* [About this task]:
Please copy every line from the records below that contains the string "Errorf".

* [Record set]:
package main

import (
	"bytes"
	"context"
	"encoding/csv"
	"encoding/json"
	"io"
	"math"
	"strconv"
	"strings"
	"testing"
	"time"

	"google.golang.org/grpc"
	"google.golang.org/grpc/credentials/insecure"

	pb "github.com/pulsefleet/pulsefleet/proto/pulsefleet/v1"
)

// startQualityGateway runs a real gateway on loopback and streams summaries
// of the given devices into it: n sequence numbers each, skip left out
// (never sent: a gap), with a battery report.
func startQualityGateway(t *testing.T, devices []string, n uint64, skip map[uint64]bool) string {
	t.Helper()
	c := defaultServeConfig()
	c.Data, c.GRPCListen, c.HTTPListen, c.LogLevel, c.BatchDelay = t.TempDir(), "127.0.0.1:0", "127.0.0.1:0", "error", 5*time.Millisecond
	rg, stop, err := startGateway(context.Background(), c, io.Discard)
	if err != nil {
		t.Fatal(err)
	}
	t.Cleanup(func() {
		if err := stop(); err != nil {
			t.Errorf("stop: %v", err)
		}
	})
	conn, err := grpc.NewClient(rg.GRPCAddr, grpc.WithTransportCredentials(insecure.NewCredentials()))
	if err != nil {
		t.Fatal(err)
	}
	defer conn.Close()
	base := time.Now().Add(-time.Minute).UnixMilli()
	for _, id := range devices {
		ctx, cancel := context.WithCancel(context.Background())
		st, err := pb.NewIngestServiceClient(conn).Connect(ctx)
		if err != nil {
			t.Fatal(err)
		}
		send := func(m *pb.ConnectRequest) {
			if err := st.Send(m); err != nil {
				t.Fatal(err)
			}
		}
		send(&pb.ConnectRequest{Kind: &pb.ConnectRequest_Introduction{Introduction: &pb.Introduction{DeviceId: id, Mode: pb.Mode_MODE_SUMMARY}}})
		send(&pb.ConnectRequest{Kind: &pb.ConnectRequest_Status{Status: &pb.DeviceStatus{BatteryPct: 81, TemperatureC: 30}}})
		var last uint64
		for s := uint64(1); s <= n; s++ {
			if skip[s] {
				continue
			}
			v, q := 96.0, 0.8
			if s%5 == 0 {
				send(&pb.ConnectRequest{Kind: &pb.ConnectRequest_Summary{Summary: &pb.Summary{Sequence: s, DeviceTimeUnixMs: base + int64(s)*1000, Quality: &q}}})
			} else {
				send(&pb.ConnectRequest{Kind: &pb.ConnectRequest_Summary{Summary: &pb.Summary{Sequence: s, DeviceTimeUnixMs: base + int64(s)*1000, Spo2Pct: &v, Quality: &q}}})
			}
			last = s
		}
		for {
			m, err := st.Recv()
			if err != nil {
				t.Fatal(err)
			}
			if m.GetAck().GetThroughSequence() >= last {
				break
			}
		}
		_ = st.CloseSend()
		cancel()
	}
	return rg.GRPCAddr
}

func runQualityCmd(t *testing.T, args ...string) (code int, out, errOut string) {
	t.Helper()
	var o, e bytes.Buffer
	code = run(context.Background(), args, stdio{in: strings.NewReader(""), out: &o, err: &e})
	return code, o.String(), e.String()
}

// Two gateways of a sharded fleet are merged; the figures are what was sent:
// 20 sequence numbers with 2 skipped (lost), every fifth without SpO2.
func TestQualityCommandMergesGateways(t *testing.T) {
	a := startQualityGateway(t, []string{"ward-a-01", "ward-a-02"}, 20, map[uint64]bool{7: true, 8: true})
	b := startQualityGateway(t, []string{"home-b-01"}, 20, nil)

	code, out, errOut := runQualityCmd(t, "quality", "--gateway", a+","+b, "--format", "csv")
	if code != 0 {
		t.Fatalf("exit %d: %s", code, errOut)
	}
	rows, err := csv.NewReader(strings.NewReader(afterCaution(t, "quality CSV", out))).ReadAll()
	if err != nil {
		t.Fatal(err)
	}
	if strings.Join(rows[0], ",") != strings.Join(qualityColumns, ",") || len(rows) != 4 {
		t.Fatalf("csv:\n%s", out)
	}
	col := map[string]int{}
	for i, c := range rows[0] {
		col[c] = i
	}
	byDev := map[string][]string{}
	for _, r := range rows[1:] {
		byDev[r[0]] = r
	}
	for _, c := range []struct {
		dev, column, want string
	}{
		{"ward-a-01", "chunks_accepted", "18"}, {"ward-a-01", "chunks_lost", "2"}, {"ward-a-01", "sessions", "1"},
		{"ward-a-01", "battery_pct", "81"}, {"home-b-01", "chunks_lost", "0"}, {"home-b-01", "chunks_accepted", "20"},
		// 20 sent, 4 (5, 10, 15, 20) without SpO2
		{"home-b-01", "valid_spo2_share", "0.8000"},
		// 18 accepted (7 and 8 skipped), 4 of them (5, 10, 15, 20) without SpO2: 14/18
		{"ward-a-01", "valid_spo2_share", "0.7778"},
		{"home-b-01", "effective_sample_rate_hz", ""}, {"home-b-01", "clock_drift_ppm", ""},
	} {
		r, ok := byDev[c.dev]
		if !ok {
			t.Fatalf("no row for %s:\n%s", c.dev, out)
		}
		if got := r[col[c.column]]; got != c.want {
			t.Errorf("%s %s = %q, want %q", c.dev, c.column, got, c.want)
		}
	}
	// Every second had SQI 0.8; percentiles come from 0.01-wide bins.
	if v, err := strconv.ParseFloat(byDev["home-b-01"][col["sqi_p50"]], 64); err != nil || math.Abs(v-0.8) > 0.01 {
		t.Errorf("home-b-01 sqi_p50 = %v (%v), want 0.8 within a bin (0.01)", v, err)
	}

	code, out, errOut = runQualityCmd(t, "quality", "--gateway", a+","+b, "--device", "home-b-01", "--format", "json")
	if code != 0 {
		t.Fatalf("--device: exit %d: %s", code, errOut)
	}
	var qs []map[string]any
	if err := json.Unmarshal([]byte(out), &qs); err != nil || len(qs) != 1 || qs[0]["device_id"] != "home-b-01" || qs[0]["chunks_accepted"] != "20" {
		t.Errorf("json for one device (%v):\n%s", err, out)
	}

	code, out, _ = runQualityCmd(t, "quality", "--gateway", a)
	if code != 0 || !strings.Contains(out, "DEVICE") || !strings.Contains(out, "ward-a-02") || strings.Contains(out, "home-b-01") {
		t.Errorf("table from one gateway (exit %d):\n%s", code, out)
	}

	for _, c := range []struct {
		args     []string
		code     int
		errNames string
	}{
		{[]string{"quality", "--gateway", a, "--format", "xml"}, 2, "--format"},
		{[]string{"quality"}, 2, "--gateway"},
		{[]string{"quality", "--gateway", a + "," + b, "--device", "nobody-here"}, 1, "nobody-here"},
	} {
		code, _, errOut := runQualityCmd(t, c.args...)
		if code != c.code || !strings.Contains(errOut, c.errNames) {
			t.Errorf("%v: exit %d %q, want %d naming %s", c.args, code, errOut, c.code, c.errNames)
		}
	}
	if code, out, help := runQualityCmd(t, "quality", "--help"); code != 0 || !strings.Contains(out+help, "--device") {
		t.Errorf("--help: exit %d\n%s%s", code, out, help)
	}
}
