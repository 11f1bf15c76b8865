package main

import (
	"fmt"
	"strconv"

	"github.com/pulsefleet/pulsefleet/internal/ppgmodel"
)

// ppgLines renders seconds of the physical PPG model (ppgmodel) at rateHz
// as relay text lines "red,ir" with ADC codes of adcBits, optionally after
// a header line.
func ppgLines(seconds int, rateHz float64, adcBits int, seed uint64, header bool) []string {
	src := ppgmodel.New(ppgmodel.Config{SampleRateHz: rateHz, ADCBits: adcBits, Seed: seed})
	n := int(float64(seconds) * rateHz)
	red, ir := make([]float64, n), make([]float64, n)
	src.Fill(red, ir, nil, ppgmodel.DefaultVitals())
	var out []string
	if header {
		out = append(out, "red,ir")
	}
	for i := 0; i < n; i++ {
		out = append(out, strconv.FormatUint(uint64(red[i]), 10)+","+strconv.FormatUint(uint64(ir[i]), 10))
	}
	_ = fmt.Sprint()
	return out
}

* [Output of the task]:
			t.Errorf("stop: %v", err)
			t.Errorf("%s %s = %q, want %q", c.dev, c.column, got, c.want)
		t.Errorf("home-b-01 sqi_p50 = %v (%v), want 0.8 within a bin (0.01)", v, err)
		t.Errorf("json for one device (%v):\n%s", err, out)
		t.Errorf("table from one gateway (exit %d):\n%s", code, out)
			t.Errorf("%v: exit %d %q, want %d naming %s", c.args, code, errOut, c.code, c.errNames)
		t.Errorf("--help: exit %d\n%s%s", code, out, help)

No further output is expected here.